Makivik pitches First Air to Nunavut
Airline sends emissaries to Baffin leaders’ summit to solicit support and investment
Makivik Corporation has sweetened an offer to share its airline empire with Nunavut beneficiaries, but most Baffin Inuit leaders are still cool to the idea.
Makivik Corp. first offered Nunavut beneficiaries the chance to buy into First Air when it purchased the company in 1991. But beneficiaries rejected the proposal, claiming the asking price for shares was too high.
“That offer is being opened again for Baffin and the rest of Nunavut,” Qikiqtani Inuit Association president Lazarus Arreak said this week.
Arreak, who sits on First Air’s board of directors, told delegates at a semi-annual Baffin leaders’ meeting in Pangnirtung last weekend, that Makivik Corp. has structured a new proposal.
“The numbers changed after the purchase of NWT Air and Ptarmigan Airways,” Arreak said, though he couldn’t elaborate on the specifics of the new offer.
In an open letter to the leaders’ summit, Makivik Corp. treasurer Peter Adams made it clear that the birthright development corporation of the Nunavik Inuit will seek some sort of partnership with regional Inuit associations in Nunavut.
“It is in all our interests to be dedicated to this cause,” Adams wrote.
Areeak said that a formal offer will be extended to the development arms of all three regional Inuit associations in Nunavut – Qikiqtaaluk Corporation, Sakku Corporation and Kitikmeot Corporation. Arreak said Nunasi Corporation could become involved, but only at the request of the regional bodies.
The offer comes at a time when the regional organizations have more access to financing than ever before.
First Air has grown rapidly under Makivik’s ownership, swallowing up two smaller regional airlines Ptarmigan Airways and NWT Air to become Canada’s third largest commerical air carrier. But it’s rumored to be in dire need of cash to refurbish its aging fleet.
“This action was taken to continue the goal of self-reliance,” Adams explained in his letter. He went on to say that the two smaller airlines would have been sold to outside interests or closed altogether, if Makivik and First Air had not stepped in.

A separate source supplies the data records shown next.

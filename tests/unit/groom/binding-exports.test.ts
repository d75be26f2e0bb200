import { validateBytes } from 'gltf-validator';
import { Mesh, LineSegments, type BufferGeometry } from 'three';
import { OBJLoader } from 'three/examples/jsm/loaders/OBJLoader.js';
import { USDAParser } from 'three/examples/jsm/loaders/usd/USDAParser.js';
import { USDLoader } from 'three/examples/jsm/loaders/USDLoader.js';
import { beforeAll, describe, expect, it } from 'vitest';
import { readSurface, surfaceArea } from '@/lib/field';
import { writeExport, type GroomMade } from '@/lib/groom/export/write';
import { growGuides } from '@/lib/groom/grow/guides';
import { solveGroomField } from '@/lib/groom/place/request';
import { prepareGroomSurface } from '@/lib/groom/place/surface';
import { parseGroomSpec } from '@/lib/groom/spec/spec';
import { quadSphere } from '@/tests/fixtures/quad-sphere';
import { readGlb } from './support';

const text = (s: string) => new TextEncoder().encode(s);
const PROVENANCE = { groomId: '5f0c6d1e-2a4b-4c7d-9e8f-0a1b2c3d4e5f', specRevision: 12, whorlwindVersion: '0.1.0' };

let made: GroomMade & { guides: NonNullable<GroomMade['guides']> };
/** The surface's size: the diagonal of its bounding box, in the spec's units. */
let size: number;

beforeAll(() => {
  // Radius 3 cm, Z up, so that the glTF's metres and axis turn are exercised.
  const sphere = quadSphere(10, 16, { radius: 3 });
  const spec = parseGroomSpec({
    specVersion: 2,
    units: 'cm',
    upAxis: 'z',
    field: { singularities: [{ point: [0, 3, 0], index: 1 }, { point: [0, -3, 0], index: 1 }] },
    guides: { count: 250, length: 0.8, pointsPerGuide: 6, seed: 4 },
  });
  const mesh = readSurface(text(sphere.obj), 'sphere.obj').mesh;
  const surface = prepareGroomSurface(mesh, { boundary: spec.field.boundary });
  const { guides } = growGuides(surface, solveGroomField(spec, surface), spec);
  made = { spec, surface, guides };
  size = surface.diagonal;
});

/** The first point of curve g, from a flat list of points and the points per curve. */
const firstPoint = (points: ArrayLike<number>, n: number, g: number) => [0, 1, 2].map((a) => points[3 * n * g + a]);

describe('USD binding data', () => {
  // Read back by three.js's USDAParser (three/examples/jsm/loaders/usd/USDAParser.js, r187), an
  // independent USDA reader. Rules from the OpenUSD documentation: UsdGeomBasisCurves — a
  // "uniform" primvar has one value per curve; UsdGeomMesh — faceVertexCounts, faceVertexIndices
  // and points describe the polygons, a "faceVarying" primvar has one value per face corner.
  let usda: string;
  let attr: (prim: string, name: string) => unknown;
  beforeAll(() => {
    usda = writeExport('usda', made, { withSurface: true, provenance: PROVENANCE }) as string;
    const { specsByPath } = new USDAParser().parseData(usda);
    attr = (prim, name) => specsByPath[`/Groom/${prim}.${name}`]?.fields.default;
    expect(specsByPath['/Groom/Surface'].fields.typeName).toBe('Mesh');
    expect(specsByPath['/'].fields).toMatchObject({ upAxis: 'Z', metersPerUnit: 0.01 });
  });

  it('rebuilds every root from rootFace, rootCorners and rootBarycentric on the written surface, to 1e-5 of its size', () => {
    const counts = attr('Surface', 'faceVertexCounts') as number[];
    const indices = attr('Surface', 'faceVertexIndices') as number[];
    const points = attr('Surface', 'points') as number[];
    const curvePoints = attr('Guides', 'points') as number[];
    const rootFace = attr('Guides', 'primvars:whorlwind:rootFace') as number[];
    const corners = attr('Guides', 'primvars:whorlwind:rootCorners') as number[];
    const weights = attr('Guides', 'primvars:whorlwind:rootBarycentric') as number[];
    const n = made.guides.pointsPerGuide;
    expect(rootFace.length).toBe(made.guides.count);
    const start = [0];
    for (const c of counts) start.push(start[start.length - 1] + c);
    for (let g = 0; g < made.guides.count; g++) {
      const root = [0, 0, 0];
      for (let i = 0; i < 3; i++) {
        expect(corners[3 * g + i]).toBeLessThan(counts[rootFace[g]]);
        const v = indices[start[rootFace[g]] + corners[3 * g + i]];
        for (let a = 0; a < 3; a++) root[a] += weights[3 * g + i] * points[3 * v + a];
      }
      const first = firstPoint(curvePoints, n, g);
      expect(Math.hypot(root[0] - first[0], root[1] - first[1], root[2] - first[2]) / size).toBeLessThan(1e-5);
    }
  });

  it('gives rootUv equal to the surface’s st interpolated at the root', () => {
    const counts = attr('Surface', 'faceVertexCounts') as number[];
    const st = attr('Surface', 'primvars:st') as number[];
    expect(st.length / 2).toBe(counts.reduce((a, b) => a + b, 0));
    const rootFace = attr('Guides', 'primvars:whorlwind:rootFace') as number[];
    const corners = attr('Guides', 'primvars:whorlwind:rootCorners') as number[];
    const weights = attr('Guides', 'primvars:whorlwind:rootBarycentric') as number[];
    const rootUv = attr('Guides', 'primvars:whorlwind:rootUv') as number[];
    const start = [0];
    for (const c of counts) start.push(start[start.length - 1] + c);
    for (let g = 0; g < made.guides.count; g++) {
      for (let a = 0; a < 2; a++) {
        let expected = 0;
        for (let i = 0; i < 3; i++) expected += weights[3 * g + i] * st[2 * (start[rootFace[g]] + corners[3 * g + i]) + a];
        expect(Math.abs(rootUv[2 * g + a] - expected)).toBeLessThan(1e-6);
      }
    }
  });

  it('writes ids, triangles and lengths per curve, every binding primvar "uniform"', () => {
    expect(attr('Guides', 'primvars:whorlwind:guideId')).toEqual(Array.from({ length: made.guides.count }, (_x, g) => g));
    const triangle = attr('Guides', 'primvars:whorlwind:rootTriangle') as number[];
    expect(new Set(triangle)).toEqual(new Set([0, 1]));
    const curvePoints = attr('Guides', 'points') as number[];
    const lengths = attr('Guides', 'primvars:whorlwind:length') as number[];
    const n = made.guides.pointsPerGuide;
    for (let g = 0; g < made.guides.count; g++) {
      let arc = 0;
      for (let j = 1; j < n; j++) arc += Math.hypot(...[0, 1, 2].map((a) => curvePoints[3 * (n * g + j) + a] - curvePoints[3 * (n * g + j - 1) + a]));
      expect(Math.abs(lengths[g] - arc) / arc).toBeLessThan(1e-5);
    }
    const tree = new USDAParser().parseText(usda) as Record<string, Record<string, Record<string | symbol, unknown>>>;
    const block = tree['def Xform "Groom"']['def BasisCurves "Guides"'];
    const meta = block[Object.getOwnPropertySymbols(block)[0]] as Record<string, Record<string, string>>;
    for (const name of ['int[] primvars:whorlwind:guideId', 'int[] primvars:whorlwind:rootFace', 'int[] primvars:whorlwind:rootTriangle', 'int3[] primvars:whorlwind:rootCorners', 'float3[] primvars:whorlwind:rootBarycentric', 'texCoord2f[] primvars:whorlwind:rootUv', 'float[] primvars:whorlwind:length']) {
      expect(meta[name]?.interpolation.replace(/"/g, ''), name).toBe('uniform');
    }
  });

  it('writes a Mesh prim that three.js’s USDLoader (r187) builds into the same surface: triangles, area and corner UVs', () => {
    const surfaces: Mesh[] = [];
    new USDLoader().parse(usda).traverse((object) => {
      if (object instanceof Mesh && object.name === 'Surface') surfaces.push(object);
    });
    expect(surfaces).toHaveLength(1);
    const geometry = surfaces[0].geometry as BufferGeometry;
    const position = geometry.getAttribute('position');
    const uv = geometry.getAttribute('uv');
    const mesh = made.surface!.mesh;
    // The loader cuts each quad its own way, so compare what does not depend on the cut.
    const triangles = (geometry.index ? geometry.index.count : position.count) / 3;
    expect(triangles).toBe(mesh.triangles.length / 3);
    let area = 0;
    const corner = (i: number) => (geometry.index ? geometry.index.getX(i) : i);
    for (let t = 0; t < triangles; t++) {
      const [a, b, c] = [0, 1, 2].map((k) => [position.getX(corner(3 * t + k)), position.getY(corner(3 * t + k)), position.getZ(corner(3 * t + k))]);
      const u = [0, 1, 2].map((k) => b[k] - a[k]), v = [0, 1, 2].map((k) => c[k] - a[k]);
      area += 0.5 * Math.hypot(u[1] * v[2] - u[2] * v[1], u[2] * v[0] - u[0] * v[2], u[0] * v[1] - u[1] * v[0]);
    }
    expect(Math.abs(area / surfaceArea(mesh) - 1)).toBeLessThan(1e-5);
    const key = (u: number, v: number) => `${u.toFixed(5)} ${v.toFixed(5)}`;
    const loaded = new Set(Array.from({ length: position.count }, (_x, i) => key(uv.getX(i), uv.getY(i))));
    const ours = new Set(Array.from({ length: mesh.cornerUvs!.length / 2 }, (_x, i) => key(mesh.cornerUvs![2 * i], mesh.cornerUvs![2 * i + 1])));
    expect(loaded).toEqual(ours);
  });

  it('records its provenance in customLayerData, and leaves the surface out unless asked', () => {
    const tree = new USDAParser().parseText(usda) as Record<string, Record<string, Record<string, Record<string, string>>>>;
    const data = tree['#usda 1.0'].customLayerData['dictionary whorlwind'];
    expect(JSON.parse(data['string groomId'])).toBe(PROVENANCE.groomId);
    expect(Number(data['int specRevision'])).toBe(12);
    expect(JSON.parse(data['string version'])).toBe('0.1.0');
    const plain = writeExport('usda', made) as string;
    expect(plain).not.toMatch(/def Mesh/);
    expect(plain).toMatch(/primvars:whorlwind:rootFace/);
  });
});

describe('glTF binding data', () => {
  it('passes the Khronos validator with the surface and binding accessors, as .gltf and .glb', async () => {
    for (const format of ['gltf', 'glb'] as const) {
      const bytes = writeExport(format, made, { withSurface: true, provenance: PROVENANCE }) as Uint8Array;
      const report = await validateBytes(bytes, { format, maxIssues: 0 });
      expect(report.issues.messages.filter((m) => m.severity <= 1)).toEqual([]);
    }
  });

  it('rebuilds every root from surfaceTriangle and rootBarycentric on the Surface mesh, and rootUv from its TEXCOORD_0', () => {
    const { json, values } = readGlb(writeExport('glb', made, { withSurface: true, provenance: PROVENANCE }) as Uint8Array);
    expect(json.asset.extras.whorlwind).toEqual(PROVENANCE);
    const binding = json.meshes[0].extras.whorlwind.binding;
    const surface = json.meshes.find((m: { name: string }) => m.name === 'Surface').primitives[0].attributes;
    const corners = values(surface.POSITION);
    const uvs = values(surface.TEXCOORD_0);
    const guidePoints = values(json.meshes[0].primitives[0].attributes.POSITION);
    const triangle = values(binding.surfaceTriangle);
    const weights = values(binding.rootBarycentric);
    const rootUv = values(binding.rootUv);
    expect(values(binding.guideId)).toEqual(Array.from(made.guides.guideId));
    expect(values(binding.rootFace)).toEqual(Array.from(made.guides.binding.polygon));
    const n = made.guides.pointsPerGuide;
    // glTF is in metres: the spec's cm × 0.01.
    for (let g = 0; g < made.guides.count; g++) {
      const root = [0, 0, 0];
      const uv = [0, 0];
      for (let i = 0; i < 3; i++) {
        const vertex = 3 * triangle[g] + i;
        for (let a = 0; a < 3; a++) root[a] += weights[3 * g + i] * corners[3 * vertex + a];
        for (let a = 0; a < 2; a++) uv[a] += weights[3 * g + i] * uvs[2 * vertex + a];
      }
      const first = firstPoint(guidePoints, n, g);
      expect(Math.hypot(root[0] - first[0], root[1] - first[1], root[2] - first[2]) / (0.01 * size)).toBeLessThan(1e-5);
      for (let a = 0; a < 2; a++) expect(Math.abs(uv[a] - rootUv[2 * g + a])).toBeLessThan(1e-6);
    }
  });
});

describe('OBJ binding data', () => {
  it('writes the surface in the file’s numbering and one record per guide that rebuilds its root, read back by three.js’s OBJLoader', () => {
    const obj = writeExport('obj', made, { withSurface: true, provenance: PROVENANCE }) as string;
    const group = new OBJLoader().parse(obj);
    expect(group.children.map((c) => c.name)).toEqual(['surface', 'guides']);
    expect(group.children[0]).toBeInstanceOf(Mesh);
    expect(group.children[1]).toBeInstanceOf(LineSegments);
    const segments = (group.children[1] as LineSegments).geometry as BufferGeometry;
    expect(segments.getAttribute('position').count).toBe(2 * (made.guides.pointsPerGuide - 1) * made.guides.count);

    // An independent reading of the text: v, vt and f of the surface, then the records.
    const v: number[][] = [];
    const vt: number[][] = [];
    const faces: { v: number[]; t: number[] }[] = [];
    const firstOfGuide: number[] = [];
    const records: string[][] = [];
    for (const line of obj.split('\n')) {
      const words = line.trim().split(/\s+/);
      if (words[0] === 'v') v.push(words.slice(1).map(Number));
      else if (words[0] === 'vt') vt.push(words.slice(1).map(Number));
      else if (words[0] === 'f') faces.push({ v: words.slice(1).map((w) => Number(w.split('/')[0]) - 1), t: words.slice(1).map((w) => Number(w.split('/')[1]) - 1) });
      else if (words[0] === 'l') firstOfGuide.push(Number(words[1]) - 1);
      else if (words[0] === '#whorlwind-root') records.push(words.slice(1));
    }
    const sphere = quadSphere(10, 16, { radius: 3 });
    expect(faces.map((f) => f.v)).toEqual(sphere.polygons.map((p) => p.vertices));
    expect(records.length).toBe(made.guides.count);
    for (const record of records) {
      const [id, face, , c0, c1, c2, w0, w1, w2, , u, uvV] = record.map(Number);
      const polygon = faces[face];
      const root = [0, 0, 0];
      const uv = [0, 0];
      [c0, c1, c2].forEach((c, i) => {
        const w = [w0, w1, w2][i];
        for (let a = 0; a < 3; a++) root[a] += w * v[polygon.v[c]][a];
        for (let a = 0; a < 2; a++) uv[a] += w * vt[polygon.t[c]][a];
      });
      const first = v[firstOfGuide[id]];
      expect(Math.hypot(root[0] - first[0], root[1] - first[1], root[2] - first[2]) / size).toBeLessThan(1e-5);
      expect(Math.abs(uv[0] - u)).toBeLessThan(1e-6);
      expect(Math.abs(uv[1] - uvV)).toBeLessThan(1e-6);
    }
  });
});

Grateful, but still grumbling
Arreak told leaders that buying into the corporation would give Nunavut Inuit more say in the airline’s business policy.
“If we’re not part owners, then our concerns will not be felt as much,” he said. “Unless we become shareholders in the airline, we will not have as much impact.”
Broughton Island mayor Lootie Toomasie supported the idea and suggested that Nunavut land claim organizations consider the offer seriously.
But most other Baffin region mayors said they weren’t interested in the offer. Instead, they wanted to know why the meal service on flights to Hall Beach are cold and why it costs $4.42 to transport one kilogram of freight from Ottawa to Igloolik.
And, although grateful, they wouldn’t be wooed by the long list of First Air’s good works rhymed off by Arctic communities service manager Gilbert Normandeau. Normandeau said First Air spent more than $550,000 in sponsorships in the Baffin region last year.
Even schedule changes, such as the addition of non-stop direct flights to Pond Inlet and Clyde River three times a week, didn’t appear to sway delgates.
Baffin Central MLA Tommy Enuaraq, who represents Clyde River, Pangnirtung and Broughton Island, criticized First Air for continual rate increases.
Complaints common in communities
Enuaraq noted that recent scheduling changes on inter-community travel have forced him to overnight in Iqaluit when travelling from Clyde River to Pangnirtung.
“I even ran out of my travel fund by March and I had to wait to April 1 to travel to my constituency,” he said. “I generally have been giving $32,000 per year to First Air and that’s just essentially for the three central communities.”
They’re not new complaints. In fact, Normandeau said when he travelled to seven Baffin communities last year to meet with residents, high fares and flights restrictions were the most frequent criticisms.
Adams wrote the complaints come not only from the Northwest Territories, but from Nunavik as well.
“There are no other airlines to express dissatisfaction with since we’re the only ones making an effort to serve the region.”
Adams suggested these complaints may have been a reason why other carriers left the region.
And prices may jump even higher. Normandeau warned leaders of the consequences of government privatization of fuel distribution in the North.
“First Air believes the inevitable results of this will be higher fuel prices in the region,” Normandeau said.
More price hikes on the way
“Fuel represents a significant cost to First Air and any increases have to be passed on to our customers in the form of higher ticket fares and cargo rates.”
Commercialization of the air navigation system may also mean First Air clients will fork out more money for service. The system was operated by Transport Canada, but is now being delivered by a company called NavCanada.
Normandeau said a tax added to a passenger ticket partially funded the air-navigation system, with Transport Canada picking up the shortfall. But that tax will soon be eliminated, and airline will to have to pay for the service according to the weight of its aircraft and distance it travels.
“Because of the size of the region, the small number of passengers and the large volume of freight, the effect of this change will be quite significant.”
He urged the leaders to lobby against this change to protect residents from higher costs.